December 15, 2010

Top 50 Albums of 2010: 21-30


21
Gold Panda
"Lucky Shiner" (Ghostly)

I can’t think of an album that has been more divisive in the electronic scene this year than this Ghostly newcomer. With a sound like a lighter fusion of Fourtet and Apparat, British producer Gold Panda seems to have pushed everybody’s buttons one way or the other. Both warm and immediate, it is one of the most blissful electronic albums of the year.
Listen




22
Emeralds
"Does It Look Like I'm Here?" (Editions Mego)

Emeralds are a trio from Cleveland, Ohio who, for the past half-decade has been blending dark ambient, kosmische and improvisation. They successfully fuse minimal guitar melodies with swirling synths and washes of ambient noise. Does it Look Like I’m Here? is their fourth official release and their best to date.




23
Woima Collective
"Tezeta" (Kindred Spirits)

Woima Collective is a heavily Ethio-inspired Afro-Jazz band led by Poets Of Rhythm saxophonist Johannes Schleiermacher, who became inspired by African rhythms after visiting Morocco and meeting Ethiopian jazz legend Mulatu Astatke. Tezeta features heavy, tight, funky grooves that will appeal to Budos and Ethiopiques aficionados.
Listen




24
Sharon Jones & The Dap-Kings
"I Learned The Hard Way" (Daptone)

Sharon Jones worked as a corrections officer and a security guard before being discovered by Gabriel Roth and becoming the first artist released on Daptone. This marks her fourth full-length release with The Dap-Kings and is yet another slice of gorgeous soul revivalism of the quality you'd expect from Jones and the Daptone label.




25
Mice Parade
"What It Means To Be Left-Handed" (FatCat)

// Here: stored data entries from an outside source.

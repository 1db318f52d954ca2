import type { ChecklistDefinition } from '../schemas/checklist'
import type { FindingSeverity } from '../types/run'
import { countRun, countedOf, fieldPlaces, type CountedReading, type RunCount } from './counting'
import { describeDisposition, type Disposition } from './disposition'

/**
 * Exceptions of a record (docs/REFERENCES.md §Record keeping): what is not closed when the owner's representative
 * accepts. Every fail that is not closed by resolved findings, every marginal with neither a justification nor a
 * resolved finding, every deferred or not-done item, and every open finding. The acceptance dialog lists them and the
 * acceptor acknowledges them by id; the report's cover says "Accepted with N exceptions" and its recommendations give
 * each one's follow-up. Critical findings block acceptance.
 */
export type ExceptionKind = 'fail' | 'marginal' | 'deferred' | 'not_done' | 'finding'

export interface RecordException {
  /** Stable id the acceptor acknowledges: `field:<fieldId>`, `step:<stepId>` or `finding:<findingId>`. */
  id: string
  kind: ExceptionKind
  /** The most severe open finding on it, if any. */
  severity: FindingSeverity | null
  stepId: string
  fieldId: string | null
  /** "Section › Step › Field". */
  where: string
  /** What it is, in one line. */
  detail: string
  /** What must still happen. */
  followUp: string
  findingIds: string[]
  dueDate: string | null
}

export const SEVERITY_WORDS: Record<FindingSeverity, { label: string; meaning: string }> = {
  minor: { label: 'Minor', meaning: 'Minor — note it and fix it at a convenient time; acceptance lists it as an exception while open' },
  major: { label: 'Major', meaning: 'Major — fix before acceptance, or the owner’s representative accepts it open as an acknowledged exception' },
  critical: { label: 'Critical', meaning: 'Critical — the machine must not run, and acceptance waits, until it is resolved' },
}

const RANK: Record<FindingSeverity, number> = { minor: 1, major: 2, critical: 3 }

interface FindingLike {
  id: string
  stepId: string
  fieldId: string | null
  severity: FindingSeverity
  status: 'open' | 'resolved'
  description: string
}

interface ReadingLike {
  fieldId: string
  justification?: string | null
  evaluation: { verdict: string; message: string; display?: unknown; answer?: unknown }
  disposition?: Disposition | null
  notApplicable?: boolean
  naReason?: string | null
}

export interface ExceptionSource {
  definition: ChecklistDefinition
  readings: Readonly<Record<string, ReadingLike>>
  steps: Readonly<Record<string, { stepId: string; disposition?: Disposition | null; notApplicable?: boolean; naReason?: string | null }>>
  findings: readonly FindingLike[]
}

function worst(findings: FindingLike[]): FindingSeverity | null {
  let w: FindingSeverity | null = null
  for (const f of findings) if (!w || RANK[f.severity] > RANK[w]) w = f.severity
  return w
}

/** The exceptions of a run, in checklist order, then findings not tied to a listed item. */
export function exceptionsOf(run: ExceptionSource, count?: RunCount): RecordException[] {
  const c = count ?? countRun(run.definition, countedOf(run).readings as CountedReading[], countedOf(run).steps)
  const places = fieldPlaces(run.definition)
  const titles = new Map<string, string>()
  for (const section of run.definition.sections) for (const step of section.steps) titles.set(step.id, `${section.title} › ${step.title}`)
  const out: RecordException[] = []
  const covered = new Set<string>()
  const seenSteps = new Set<string>()
  for (const r of c.results.values()) {
    const place = places.get(r.fieldId)!
    const label = place.field.label
    const where = `${titles.get(r.stepId)} › ${label}`
    const reading = run.readings[r.fieldId]
    const onField = run.findings.filter((f) => f.fieldId === r.fieldId)
    const open = onField.filter((f) => f.status === 'open')
    const closedByFindings = onField.length > 0 && open.length === 0
    const refs = onField.map((f) => f.id)
    if (r.outcome === 'fail' && !closedByFindings) {
      const justification = reading?.justification?.trim()
      out.push({
        id: `field:${r.fieldId}`,
        kind: 'fail',
        severity: worst(open),
        stepId: r.stepId,
        fieldId: r.fieldId,
        where,
        detail: reading?.evaluation.message ?? `${label} failed`,
        followUp: open.length
          ? `Resolve the finding${open.length > 1 ? 's' : ''} and re-test ${label.toLowerCase()}; record the re-test in a new run.`
          : `Accepted on the justification “${justification ?? 'none given'}”; re-test ${label.toLowerCase()} and record it in a new run.`,
        findingIds: refs,
        dueDate: null,
      })
      open.forEach((f) => covered.add(f.id))
    } else if (r.outcome === 'marginal' && !reading?.justification?.trim() && !closedByFindings) {
      out.push({
        id: `field:${r.fieldId}`,
        kind: 'marginal',
        severity: worst(open),
        stepId: r.stepId,
        fieldId: r.fieldId,
        where,
        detail: reading?.evaluation.message ?? `${label} is marginal`,
        followUp: open.length ? `Resolve the finding${open.length > 1 ? 's' : ''} on ${label.toLowerCase()}.` : `Investigate ${label.toLowerCase()} and watch it in the daily log; no justification was recorded.`,
        findingIds: refs,
        dueDate: null,
      })
      open.forEach((f) => covered.add(f.id))
    } else if ((r.outcome === 'deferred' || r.outcome === 'not_done') && r.disposition) {
      // A step's disposition is one exception for the step, not one per field.
      if (r.dispositionFrom === 'step' || r.dispositionFrom === 'input') {
        if (r.dispositionFrom === 'input' || seenSteps.has(r.stepId)) continue
        seenSteps.add(r.stepId)
      }
      const d = r.disposition
      const whole = r.dispositionFrom === 'step'
      out.push({
        id: whole ? `step:${r.stepId}` : `field:${r.fieldId}`,
        kind: r.outcome,
        severity: null,
        stepId: r.stepId,
        fieldId: whole ? null : r.fieldId,
        where: whole ? (titles.get(r.stepId) as string) : where,
        detail: describeDisposition(d),
        followUp: r.outcome === 'deferred' ? `Carry out and record by ${d.dueDate ?? 'the agreed date'}.` : 'Carry out when it is safe and possible, and record it in a new run.',
        findingIds: [],
        dueDate: d.dueDate,
      })
    }
  }
  for (const f of run.findings) {
    if (f.status !== 'open' || covered.has(f.id)) continue
    const field = f.fieldId ? places.get(f.fieldId)?.field : undefined
    out.push({
      id: `finding:${f.id}`,
      kind: 'finding',
      severity: f.severity,
      stepId: f.stepId,
      fieldId: f.fieldId,
      where: [titles.get(f.stepId) ?? f.stepId, field?.label].filter(Boolean).join(' › '),
      detail: f.description,
      followUp: `Resolve this ${f.severity} finding and record how.`,
      findingIds: [f.id],
      dueDate: null,
    })
  }
  return out
}

/** Open critical findings: acceptance waits until they are resolved. */
export function blockingFindings<F extends FindingLike>(findings: readonly F[]): F[] {
  return findings.filter((f) => f.status === 'open' && f.severity === 'critical')
}

/** "Accepted with 3 exceptions" / "Accepted" — the cover's words for an accepted record. */
export function acceptanceWords(exceptions: number): string {
  return exceptions === 0 ? 'Accepted' : `Accepted with ${exceptions} exception${exceptions === 1 ? '' : 's'}`
}
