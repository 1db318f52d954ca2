import type { MigrationInterface, QueryRunner } from 'typeorm'

/**
 * `run.revision` counts every change to what a save judges by: a reading or step written, verdicts re-judged after a
 * design or site change, the run's state. A save reads the run without a lock and writes only if the revision is still
 * the one it read (one statement, no transaction held across the two); if it moved, the save is redone under the
 * run's row lock. `run.version` stays what the run page shows (signing, returns).
 */
export class RunRevision1764750000000 implements MigrationInterface {
  name = 'RunRevision1764750000000'

  async up(q: QueryRunner): Promise<void> {
    await q.query(`ALTER TABLE run ADD COLUMN revision integer NOT NULL DEFAULT 0`)
  }

  async down(q: QueryRunner): Promise<void> {
    await q.query(`ALTER TABLE run DROP COLUMN revision`)
  }
}
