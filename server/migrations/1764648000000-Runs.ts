import type { MigrationInterface, QueryRunner } from 'typeorm'

export class Runs1764648000000 implements MigrationInterface {
  name = 'Runs1764648000000'

  async up(q: QueryRunner): Promise<void> {
    await q.query(`
      CREATE TABLE run (
        id uuid PRIMARY KEY DEFAULT gen_random_uuid(),
        project_id uuid NOT NULL REFERENCES project(id) ON DELETE RESTRICT,
        equipment_id uuid NOT NULL REFERENCES equipment(id) ON DELETE RESTRICT,
        template_version_id uuid NOT NULL REFERENCES template_version(id) ON DELETE RESTRICT,
        state text NOT NULL CHECK (state IN ('in_progress', 'submitted', 'accepted', 'returned')),
        version integer NOT NULL DEFAULT 1,
        started_by uuid REFERENCES app_user(id) ON DELETE SET NULL,
        started_at timestamptz NOT NULL DEFAULT now(),
        updated_at timestamptz NOT NULL DEFAULT now()
      )`)
    await q.query(`CREATE INDEX run_project_idx ON run (project_id, state)`)
    await q.query(`CREATE INDEX run_equipment_idx ON run (equipment_id)`)
    await q.query(`
      CREATE TABLE reading (
        run_id uuid NOT NULL REFERENCES run(id) ON DELETE RESTRICT,
        field_id text NOT NULL,
        entry jsonb,
        canonical_value double precision,
        verdict text NOT NULL CHECK (verdict IN ('pass', 'marginal', 'fail', 'incomplete')),
        evaluation jsonb NOT NULL,
        not_applicable boolean NOT NULL DEFAULT false,
        na_reason text,
        justification text,
        version integer NOT NULL DEFAULT 0,
        updated_by uuid REFERENCES app_user(id) ON DELETE SET NULL,
        updated_at timestamptz,
        PRIMARY KEY (run_id, field_id),
        CONSTRAINT reading_na_has_reason CHECK (NOT not_applicable OR coalesce(btrim(na_reason), '') <> '')
      )`)
    await q.query(`
      CREATE TABLE run_step (
        run_id uuid NOT NULL REFERENCES run(id) ON DELETE RESTRICT,
        step_id text NOT NULL,
        note text NOT NULL DEFAULT '',
        not_applicable boolean NOT NULL DEFAULT false,
        na_reason text,
        version integer NOT NULL DEFAULT 0,
        updated_by uuid REFERENCES app_user(id) ON DELETE SET NULL,
        updated_at timestamptz,
        PRIMARY KEY (run_id, step_id),
        CONSTRAINT run_step_na_has_reason CHECK (NOT not_applicable OR coalesce(btrim(na_reason), '') <> '')
      )`)
    await q.query(`
      CREATE TABLE run_change (
        id uuid PRIMARY KEY,
        run_id uuid NOT NULL REFERENCES run(id) ON DELETE RESTRICT,
        target text NOT NULL CHECK (target IN ('reading', 'step')),
        target_id text NOT NULL,
        user_id uuid REFERENCES app_user(id) ON DELETE SET NULL,
        applied_at timestamptz NOT NULL DEFAULT now()
      )`)
    await q.query(`
      CREATE TABLE finding (
        id uuid PRIMARY KEY DEFAULT gen_random_uuid(),
        run_id uuid NOT NULL REFERENCES run(id) ON DELETE RESTRICT,
        step_id text NOT NULL,
        field_id text,
        severity text NOT NULL CHECK (severity IN ('minor', 'major', 'critical')),
        description text NOT NULL,
        status text NOT NULL DEFAULT 'open' CHECK (status IN ('open', 'resolved')),
        resolution text,
        resolved_by uuid REFERENCES app_user(id) ON DELETE SET NULL,
        resolved_at timestamptz,
        created_by uuid REFERENCES app_user(id) ON DELETE SET NULL,
        created_at timestamptz NOT NULL DEFAULT now(),
        updated_at timestamptz NOT NULL DEFAULT now(),
        CONSTRAINT finding_resolved_has_resolution CHECK (status = 'open' OR coalesce(btrim(resolution), '') <> '')
      )`)
    await q.query(`CREATE INDEX finding_run_idx ON finding (run_id)`)
    await q.query(`
      CREATE TABLE run_attachment (
        id uuid PRIMARY KEY DEFAULT gen_random_uuid(),
        run_id uuid NOT NULL REFERENCES run(id) ON DELETE RESTRICT,
        attachment_id uuid NOT NULL REFERENCES attachment(id) ON DELETE RESTRICT,
        step_id text NOT NULL,
        field_id text,
        finding_id uuid REFERENCES finding(id) ON DELETE RESTRICT,
        thumbnail_key text,
        created_at timestamptz NOT NULL DEFAULT now()
      )`)
    await q.query(`CREATE INDEX run_attachment_run_idx ON run_attachment (run_id)`)
    // An accepted run is the record: nothing of it, its readings, steps, findings or attachments changes any more.
    await q.query(`
      CREATE FUNCTION run_accepted_is_frozen() RETURNS trigger LANGUAGE plpgsql AS $$
      DECLARE
        target_run uuid;
        run_state text;
      BEGIN
        IF TG_TABLE_NAME = 'run' THEN
          IF OLD.state = 'accepted' THEN
            RAISE EXCEPTION 'run % is accepted and cannot be changed', OLD.id USING ERRCODE = 'object_not_in_prerequisite_state';
          END IF;
          RETURN CASE WHEN TG_OP = 'DELETE' THEN OLD ELSE NEW END;
        END IF;
        target_run := CASE WHEN TG_OP = 'INSERT' THEN NEW.run_id ELSE OLD.run_id END;
        SELECT state INTO run_state FROM run WHERE id = target_run;
        IF run_state = 'accepted' THEN
          RAISE EXCEPTION 'run % is accepted; its % cannot be changed', target_run, TG_TABLE_NAME USING ERRCODE = 'object_not_in_prerequisite_state';
        END IF;
        RETURN CASE WHEN TG_OP = 'DELETE' THEN OLD ELSE NEW END;
      END $$`)
    await q.query(`CREATE TRIGGER run_frozen BEFORE UPDATE OR DELETE ON run FOR EACH ROW EXECUTE FUNCTION run_accepted_is_frozen()`)
    for (const table of ['reading', 'run_step', 'finding', 'run_attachment']) {
      await q.query(`CREATE TRIGGER ${table}_frozen BEFORE INSERT OR UPDATE OR DELETE ON ${table} FOR EACH ROW EXECUTE FUNCTION run_accepted_is_frozen()`)
    }
  }

  async down(q: QueryRunner): Promise<void> {
    for (const table of ['run_attachment', 'finding', 'run_change', 'run_step', 'reading', 'run']) await q.query(`DROP TABLE ${table}`)
    await q.query(`DROP FUNCTION run_accepted_is_frozen`)
  }
}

Mice Parade is the project (and anagram of) Adam Pierce, a New Yorker now based in Portugal. Releasing a bunch of highly underrated albums for over a decade now, What It Means To Be Left-Handed is among his best. Drum-heavy and optimistic, Mice Parade blends African music, indie-folk and post-rock creating a seamless, unique sound.




26
Women
"Public Strain" (Jagjaguwar)

There’s a rumour circulating that Calgary’s Women recently split up. Unfortunate that a band this good only reached the two album mark. Blending krautrock rhythm with bittersweet melody and angular Polvo-esue guitar riffs, they remind me of another underrated band who have been ominously quiet of late, New Zealand’s Shocking Pinks.




27
Bassekou Kouyaté & Ngoni Ba
"I Speak Fula" (Sub Pop)

For a country of 14 million, Mali produces more than its fair share of fantastic music. Kouyaté, a veteran player in Toumani Diabaté’s orchestra takes the stage with his sophomore solo release. I Speak Fula is dominated by the sound of the ngoni, the African ancestor of the American banjo, and heart-stopping vocal harmonies.




28
Holy Fuck
"Latin" (Young Turks)

Toronto’s Holy Fuck makes a mockery of the ‘difficult third album’ syndrome, releasing their strongest and most coherent work to date. Their distinctive style and energy that have always made them so appealing, especially live, are ever-present but Latin is less improvisational than their previous releases and is all the stronger for it.




29
Roots Manuva Meets Wrong Tom
"Duppy Writer" (Big Dada)

London-based DJ/producer Wrong Tom selects tracks spanning Roots Manuva’s career so far and gives them new life as dance-able summer dubs. Making inventive use of Smith’s vocal tracks, Tom builds brand new tracks around the Stockwell rapper’s best rhymes, while lightening the mood considerably to create an immensely fun album that goes far beyond the remix.




30
Nina Nastasia
"Outlaster" (FatCat)

Sometimes you want artists to mix things up and push in a new direction on every release, other times their formula is so compelling that you just don’t want new tricks. Nastasia has, with Tortoise's Jeff Parker on guitar and Steve Albini in the sound booth, created another gorgeous collection of her intense brand of indie-folk, this time leaning slightly more to the gypsy side.